• TO DO:
All that should come back is the lines of the data below from the one containing "for m in 1..200" to the one containing "(!(a.from > 0)", inclusive, exactly as they stand.

• SUPPLIED RECORDS:

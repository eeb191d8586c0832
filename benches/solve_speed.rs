//! Solve-speed benchmark: planar and axisymmetric static cases at about 200k and 1M
//! unknowns; prints seconds per stage (mesh, assemble, factor, solve, post), unknowns per
//! second end to end, and the figure's error against its analytic reference.
//!
//! `cargo bench --bench solve_speed` (all sizes) or `cargo bench --bench solve_speed -- small`.

use std::time::Instant;

use fluxpick::case::load_case;
use fluxpick::study::run;

/// Planar round wire (Ampère: B = μ0 I/(2πr) at r = 100 mm, 200 µT for 100 A).
fn planar(h_air: f64, h_wire: f64) -> String {
    format!(
        r#"
[model]
title = "bench planar wire"
symmetry = "planar"
[domain]
circle = {{ center = [0, 0], radius = 250 }}
boundary = "open"
mesh_size = {h_air}
[[conductor]]
name = "wire"
circle = {{ center = [0, 0], radius = 10 }}
current = 100
kind = "stranded"
mesh_size = {h_wire}
[[probe]]
name = "p"
line = {{ from = [100, 0], to = [100, 0.001], points = 2 }}
"#
    )
}

/// Axisymmetric prolate spheroid, aspect 5, μr 1000 (Osborn 1945: B_in/B0 = 17.6164).
fn axi(h_air: f64, h_core: f64) -> String {
    format!(
        r#"
[model]
title = "bench spheroid"
symmetry = "axisymmetric"
[domain]
rect = {{ min = [0, -120], max = [120, 120] }}
boundary = "open"
mesh_size = {h_air}
[background]
b = 1.0e-3
direction = [0, 1]
[materials.core]
mu_r = 1000
[[part]]
name = "spheroid"
material = "core"
ellipse = {{ center = [0, 0], semi_axes = [10, 50] }}
mesh_size = {h_core}
"#
    )
}

fn bench(name: &str, text: &str, figure: &str, reference: f64) {
    let dir = std::env::temp_dir().join(format!("fluxpick-bench-{}", std::process::id()));
    std::fs::create_dir_all(&dir).unwrap();
    let path = dir.join(format!("{name}.toml"));
    std::fs::write(&path, text).unwrap();
    let case = load_case(&path).expect("bench case");
    let t0 = Instant::now();
    let r = run(&case).expect("bench solve");
    let total = t0.elapsed().as_secs_f64();
    let s = &r.results.solve;
    let value = match figure {
        "wire" => {
            let b = r.results.probes["p"].b_t[0].expect("probe inside");
            b[0].hypot(b[1])
        }
        _ => r.results.parts["spheroid"].b_mean_t / 1e-3,
    };
    println!(
        "{name:<24} {:>9} unknowns {:>9} tri | mesh {:>6.2} asm {:>6.2} factor {:>6.2} solve {:>6.2} post {:>6.2} | total {:>6.2} s | {:>9.0} unknowns/s | error {:.2e}",
        r.results.mesh.unknowns,
        r.results.mesh.triangles,
        s.mesh_s,
        s.assemble_s,
        s.factor_s,
        s.solve_s,
        s.post_s,
        total,
        r.results.mesh.unknowns as f64 / total,
        (value - reference).abs() / reference
    );
    let _ = std::fs::remove_dir_all(&dir);
}

fn main() {
    let filter: Vec<String> = std::env::args()
        .skip(1)
        .filter(|a| !a.starts_with("--"))
        .collect();
    let want = |n: &str| filter.is_empty() || filter.iter().any(|f| n.contains(f.as_str()));
    let wire = 2e-7 * 100.0 / 0.1;
    if want("small") {
        bench("planar-small", &planar(2.0, 0.5), "wire", wire);
        bench("axi-small", &axi(1.4, 0.35), "spheroid", 17.6164);
    }
    if want("large") {
        bench("planar-large", &planar(0.9, 0.25), "wire", wire);
        bench("axi-large", &axi(0.63, 0.16), "spheroid", 17.6164);
    }
}
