/// Saturation crossings of a sweep over one parameter (or one group, by its first
/// parameter): for every part with a saturation flux density, where its peak and its mean
/// |B| reach 80 % and 100 % of it.
pub fn saturation_crossings(rec: &SweepRecord) -> Vec<Crossing> {
    let Some(x) = rec.parameters.first() else {
        return vec![];
    };
    let mut pts: Vec<(f64, &BTreeMap<String, f64>)> = rec
        .points
        .iter()
        .filter_map(|p| Some((*p.parameters.get(x)?, p.figures.as_ref()?)))
        .collect();
    // one axis only: every point differs in x
    let mut xs: Vec<f64> = pts.iter().map(|p| p.0).collect();
    xs.sort_by(f64::total_cmp);
    xs.dedup();
    if xs.len() != pts.len() || pts.len() < 2 {
        return vec![];
    }
    pts.sort_by(|a, b| a.0.total_cmp(&b.0));
    let mut out = Vec::new();
    let parts: Vec<String> = pts[0]
        .1
        .keys()
        .filter_map(|k| k.strip_suffix(".b_sat_t").map(str::to_string))
        .collect();
    for part in parts {
        let sat = pts[0].1[&format!("{part}.b_sat_t")];
        for (fig, key) in [("b_peak", ".b_peak_t"), ("b_mean", ".b_mean_t")] {
            let series: Vec<(f64, f64)> = pts
                .iter()
                .filter_map(|(xv, f)| Some((*xv, f.get(&format!("{part}{key}"))? / sat)))
                .collect();
            for level in [0.8, 1.0] {
                if let Some(w) = series
                    .windows(2)
                    .find(|w| w[0].1 < level && w[1].1 >= level)
                {
                    let t = (level - w[0].1) / (w[1].1 - w[0].1);
                    out.push(Crossing {
                        figure: format!("{part}.{fig}_over_sat"),
                        level,
                        parameter: x.clone(),
                        value: w[0].0 + t * (w[1].0 - w[0].0),
                    });
                }
            }
        }
    }
    out
}
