/// Planar round wire (Ampère: B = μ0 I/(2πr) at r = 100 mm, 200 µT for 100 A).
fn planar(h_air: f64, h_wire: f64) -> String {
    format!(
        r#"
[model]
title = "bench planar wire"
symmetry = "planar"
[domain]
circle = {{ center = [0, 0], radius = 250 }}
boundary = "open"
mesh_size = {h_air}
[[conductor]]
name = "wire"
circle = {{ center = [0, 0], radius = 10 }}
current = 100
kind = "stranded"
mesh_size = {h_wire}
[[probe]]
name = "p"
line = {{ from = [100, 0], to = [100, 0.001], points = 2 }}
"#
    )
}

/// Axisymmetric prolate spheroid, aspect 5, μr 1000 (Osborn 1945: B_in/B0 = 17.6164).
fn axi(h_air: f64, h_core: f64) -> String {
    format!(
        r#"
[model]
title = "bench spheroid"
symmetry = "axisymmetric"
[domain]
rect = {{ min = [0, -120], max = [120, 120] }}
boundary = "open"
mesh_size = {h_air}
[background]
b = 1.0e-3
direction = [0, 1]
[materials.core]
mu_r = 1000
[[part]]
name = "spheroid"
material = "core"
ellipse = {{ center = [0, 0], semi_axes = [10, 50] }}
mesh_size = {h_core}
"#
    )
}

/// Solid aluminium wire, r = 20 mm, σ = 3.5e7 S/m, 1000 A rms at 60 Hz (δ = 10.98 mm).
fn wire60(h_air: f64, h_wire: f64) -> String {
    format!(
        r#"
[model]
title = "bench 60 Hz wire"
symmetry = "planar"
frequency = 60
[domain]
circle = {{ center = [0, 0], radius = 250 }}
boundary = "open"
mesh_size = {h_air}
[materials.alu]
conductivity = 3.5e7
[[conductor]]
name = "wire"
material = "alu"
circle = {{ center = [0, 0], radius = 20 }}
current = 1000
kind = "solid"
mesh_size = {h_wire}
skin_mesh_size = {h_wire}
"#
    )
}

/// R_ac/R_dc of a round wire: Re[(ka/2) J0(ka)/J1(ka)] with k = (1 − j)/δ (e^{jωt}
/// phasors; Ramo, Whinnery & Van Duzer, "Fields and Waves in Communication Electronics",
/// §5.13). J0 and J1 by their power series (solver/tests/eddy.rs checks the same series
/// against mpmath).
fn wire_ac_dc_ratio(a: f64, sigma: f64, f: f64) -> f64 {
    use num_complex::Complex64 as C;
    let bessel_j = |n: u32, z: C| -> C {
        let h = z / 2.0;
        let mut term = if n == 0 { C::new(1.0, 0.0) } else { h };
        let mut sum = term;
        for m in 1..200 {
            term = term * (-h * h) / (m as f64 * (m + n) as f64);
            sum += term;
            if term.norm() < 1e-18 * sum.norm() {
                break;
            }
        }
        sum
    };
    let delta = (1.0 / (std::f64::consts::PI * f * fluxpick_solver::MU0 * sigma)).sqrt();
    let ka = C::new(1.0, -1.0) * (a / delta);
    (ka / 2.0 * bessel_j(0, ka) / bessel_j(1, ka)).re
}

/// The standard cases: (name, case text, figure, reference) per size.
fn standard(size: &str) -> Vec<(String, String, &'static str, f64)> {
    // (planar h_air, h_wire), (axi h_air, h_core), (eddy h_air, h_wire)
    let (p, a, e) = match size {
        "50k" => ((7.0, 1.8), (4.0, 1.0), (9.0, 0.9)),
        "200k" => ((3.5, 0.9), (2.0, 0.5), (4.2, 0.42)),
        "1m" => ((1.57, 0.4), (0.9, 0.225), (1.8, 0.184)),
        "2m" => ((1.1, 0.28), (0.63, 0.16), (1.26, 0.126)),
        _ => unreachable!("size"),
    };
    vec![
        (
            format!("planar-{size}"),
            planar(p.0, p.1),
            "wire",
            2e-7 * 100.0 / 0.1,
        ),
        (format!("axi-{size}"), axi(a.0, a.1), "spheroid", 17.6164),
        (
            format!("eddy-{size}"),
            wire60(e.0, e.1),
            "rac",
            wire_ac_dc_ratio(0.02, 3.5e7, 60.0),
        ),
    ]
}
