function planSweep(d: EnsembleDesign): Result<EnsembleMember[]> {
  const axes = d.sweep ?? [];
  if (axes.length < 1 || axes.length > 2) return err("BAD_SWEEP", "A sweep has one or two parameters.", "sweep");
  for (let i = 0; i < axes.length; i++) {
    const a = axes[i];
    if (!(a.points >= 1) || !Number.isInteger(a.points)) return err("BAD_SWEEP", "The number of points must be a whole number of at least 1.", `sweep[${i}].points`);
    if (!Number.isFinite(a.from) || !Number.isFinite(a.to)) return err("BAD_SWEEP", "The range must be finite.", `sweep[${i}].from`);
    if (a.grid === "log" && !(a.from > 0 && a.to > 0)) return err("BAD_SWEEP", "A logarithmic grid needs both ends above 0.", `sweep[${i}].from`);
    if (a.parameter.kind === "temperature" && (!(a.from > 0) || !(a.to > 0))) return err("BAD_SWEEP", "Temperatures must be above 0 K.", `sweep[${i}].from`);
    if (a.parameter.kind === "temperature" && d.baseT === null) return err("BAD_SWEEP", "A temperature sweep needs isothermal base conditions, not a temperature program.", `sweep[${i}].parameter`);
    if (a.parameter.kind === "initial" && (a.from < 0 || a.to < 0)) return err("BAD_SWEEP", "Concentrations must be 0 or more.", `sweep[${i}].from`);
  }
  if (axes.length === 2 && JSON.stringify(axes[0].parameter) === JSON.stringify(axes[1].parameter)) return err("BAD_SWEEP", "The two sweep parameters must differ.", "sweep[1].parameter");
  const total = axes.reduce((n, a) => n * a.points, 1);
  if (total > ENSEMBLE_MAX_MEMBERS) return err("TOO_MANY_MEMBERS", `The sweep has ${total} members; the limit is ${ENSEMBLE_MAX_MEMBERS}.`, "sweep");
  const values = axes.map(axisValues);
  const members: EnsembleMember[] = [];
  const outer = values[0];
  const inner = values[1] ?? [null];
  for (const v0 of outer) {
    for (const v1 of inner) {
      const m: EnsembleMember = { index: members.length, T: d.baseT, initial: {}, shifts: {} };
      const set = (a: SweepAxis, v: number) => {
        if (a.parameter.kind === "temperature") m.T = v;
        else if (a.parameter.kind === "initial") m.initial[a.parameter.species] = v;
        else m.shifts[a.parameter.step] = v;
      };
      set(axes[0], v0);
      if (v1 !== null) set(axes[1], v1);
      members.push(m);
    }
  }
  return { ok: true, value: members };
}

function planUncertainty(d: EnsembleDesign): Result<EnsembleMember[]> {
  const u = d.uncertainty;
  if (!u) return err("BAD_UNCERTAINTY", "An uncertainty ensemble needs its sampling settings.", "uncertainty");
  if (!(u.samples >= 2) || !Number.isInteger(u.samples) || u.samples > ENSEMBLE_MAX_MEMBERS) {
    return err("BAD_UNCERTAINTY", `The sample count must be a whole number from 2 to ${ENSEMBLE_MAX_MEMBERS}.`, "uncertainty.samples");
  }
  const steps = u.steps.filter((s) => s.sigma > 0);
  for (const s of u.steps) if (!(s.sigma >= 0) || !Number.isFinite(s.sigma)) return err("BAD_UNCERTAINTY", `The uncertainty of step ${s.step} must be 0 or more.`, "uncertainty.steps");
  for (const [g, r] of Object.entries(u.rho)) if (!(r >= 0 && r <= 1)) return err("BAD_UNCERTAINTY", `The correlation of method group "${g}" must be between 0 and 1.`, "uncertainty.rho");
  const sigmaT = u.temperatureSigma ?? 0;
  if (!(sigmaT >= 0)) return err("BAD_UNCERTAINTY", "The temperature uncertainty must be 0 or more.", "uncertainty.temperatureSigma");
  if (sigmaT > 0 && d.baseT === null) return err("BAD_UNCERTAINTY", "A temperature uncertainty needs isothermal base conditions.", "uncertainty.temperatureSigma");
  if (steps.length === 0 && sigmaT === 0) return err("BAD_UNCERTAINTY", "Nothing is uncertain: give at least one step an uncertainty above 0, or the temperature.", "uncertainty.steps");

  // Columns: one per step, one per correlated method group, one for T.
  const groups = [...new Set(steps.map((s) => s.group).filter((g): g is string => g !== null && (u.rho[g] ?? 0) > 0))];
  const groupCol = new Map(groups.map((g, i) => [g, steps.length + i]));
  const tCol = sigmaT > 0 ? steps.length + groups.length : -1;
  const d_ = steps.length + groups.length + (tCol >= 0 ? 1 : 0);
  const z = standardNormalSample(u.samples, d_, u.sampler, seededUniform(u.seed));
  const members: EnsembleMember[] = [];
  for (let i = 0; i < u.samples; i++) {
    const row = z[i];
    const shifts: Record<string, number> = {};
    steps.forEach((s, j) => {
      const col = s.group !== null ? groupCol.get(s.group) : undefined;
      const rho = col !== undefined ? u.rho[s.group!] : 0;
      const common = col !== undefined ? Math.sqrt(rho) * row[col] : 0;
      shifts[s.step] = s.sigma * (common + Math.sqrt(1 - rho) * row[j]);
    });
    let T = d.baseT;
    if (tCol >= 0) T = Math.max(1, d.baseT! + sigmaT * row[tCol]);
    members.push({ index: i, T, initial: {}, shifts });
  }
  return { ok: true, value: members };
}

// ---------------------------------------------------------------- statistics of the outcomes

export interface Distribution {
  n: number;
  mean: number;
  sd: number;
  p5: number;
  p25: number;
  p50: number;
  p75: number;
  p95: number;
}

export interface HistogramBin {
  from: number;
  to: number;
  count: number;
}

/** Mean, sample standard deviation and percentiles (linear interpolation between order statistics). Null for no values. */
export function distribution(values: readonly number[]): Distribution | null {
  const v = values.filter(Number.isFinite).sort((a, b) => a - b);
  const n = v.length;
  if (n === 0) return null;
  const mean = v.reduce((s, x) => s + x, 0) / n;
  const sd = n > 1 ? Math.sqrt(v.reduce((s, x) => s + (x - mean) ** 2, 0) / (n - 1)) : 0;
  const q = (p: number) => quantileSorted(v, p);
  return { n, mean, sd, p5: q(0.05), p25: q(0.25), p50: q(0.5), p75: q(0.75), p95: q(0.95) };
}

/** Equal-width bins from the smallest to the largest value (one bin when all are equal). */
export function histogram(values: readonly number[], bins = 20): HistogramBin[] {
  const v = values.filter(Number.isFinite);
  if (v.length === 0) return [];
  let lo = Infinity, hi = -Infinity;
  for (const x of v) ((lo = Math.min(lo, x)), (hi = Math.max(hi, x)));
  if (!(hi > lo)) return [{ from: lo, to: hi, count: v.length }];
  const w = (hi - lo) / bins;
  const out = Array.from({ length: bins }, (_, i) => ({ from: lo + i * w, to: i === bins - 1 ? hi : lo + (i + 1) * w, count: 0 }));
  for (const x of v) out[Math.min(bins - 1, Math.floor((x - lo) / w))].count++;
  return out;
}

/** Ranks 1…n, ties sharing their average rank. */
export function ranks(values: readonly number[]): number[] {
  const idx = values.map((_, i) => i).sort((a, b) => values[a] - values[b]);
  const r = new Array<number>(values.length);
  for (let i = 0; i < idx.length; ) {
    let j = i;
    while (j + 1 < idx.length && values[idx[j + 1]] === values[idx[i]]) j++;
    const avg = (i + j) / 2 + 1;
    for (let k = i; k <= j; k++) r[idx[k]] = avg;
    i = j + 1;
  }
  return r;
}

• SOLUTION FOR THIS TASK:
        for m in 1..200 {
            term = term * (-h * h) / (m as f64 * (m + n) as f64);
            sum += term;
            if term.norm() < 1e-18 * sum.norm() {
                break;
            }
        }
        sum
    };
    let delta = (1.0 / (std::f64::consts::PI * f * fluxpick_solver::MU0 * sigma)).sqrt();
    let ka = C::new(1.0, -1.0) * (a / delta);
    (ka / 2.0 * bessel_j(0, ka) / bessel_j(1, ka)).re
}

/// The standard cases: (name, case text, figure, reference) per size.
fn standard(size: &str) -> Vec<(String, String, &'static str, f64)> {
    // (planar h_air, h_wire), (axi h_air, h_core), (eddy h_air, h_wire)
    let (p, a, e) = match size {
        "50k" => ((7.0, 1.8), (4.0, 1.0), (9.0, 0.9)),
        "200k" => ((3.5, 0.9), (2.0, 0.5), (4.2, 0.42)),
        "1m" => ((1.57, 0.4), (0.9, 0.225), (1.8, 0.184)),
        "2m" => ((1.1, 0.28), (0.63, 0.16), (1.26, 0.126)),
        _ => unreachable!("size"),
    };
    vec![
        (
            format!("planar-{size}"),
            planar(p.0, p.1),
            "wire",
            2e-7 * 100.0 / 0.1,
        ),
        (format!("axi-{size}"), axi(a.0, a.1), "spheroid", 17.6164),
        (
            format!("eddy-{size}"),
            wire60(e.0, e.1),
            "rac",
            wire_ac_dc_ratio(0.02, 3.5e7, 60.0),
        ),
    ]
}
function planSweep(d: EnsembleDesign): Result<EnsembleMember[]> {
  const axes = d.sweep ?? [];
  if (axes.length < 1 || axes.length > 2) return err("BAD_SWEEP", "A sweep has one or two parameters.", "sweep");
  for (let i = 0; i < axes.length; i++) {
    const a = axes[i];
    if (!(a.points >= 1) || !Number.isInteger(a.points)) return err("BAD_SWEEP", "The number of points must be a whole number of at least 1.", `sweep[${i}].points`);
    if (!Number.isFinite(a.from) || !Number.isFinite(a.to)) return err("BAD_SWEEP", "The range must be finite.", `sweep[${i}].from`);
    if (a.grid === "log" && !(a.from > 0 && a.to > 0)) return err("BAD_SWEEP", "A logarithmic grid needs both ends above 0.", `sweep[${i}].from`);
    if (a.parameter.kind === "temperature" && (!(a.from > 0) || !(a.to > 0))) return err("BAD_SWEEP", "Temperatures must be above 0 K.", `sweep[${i}].from`);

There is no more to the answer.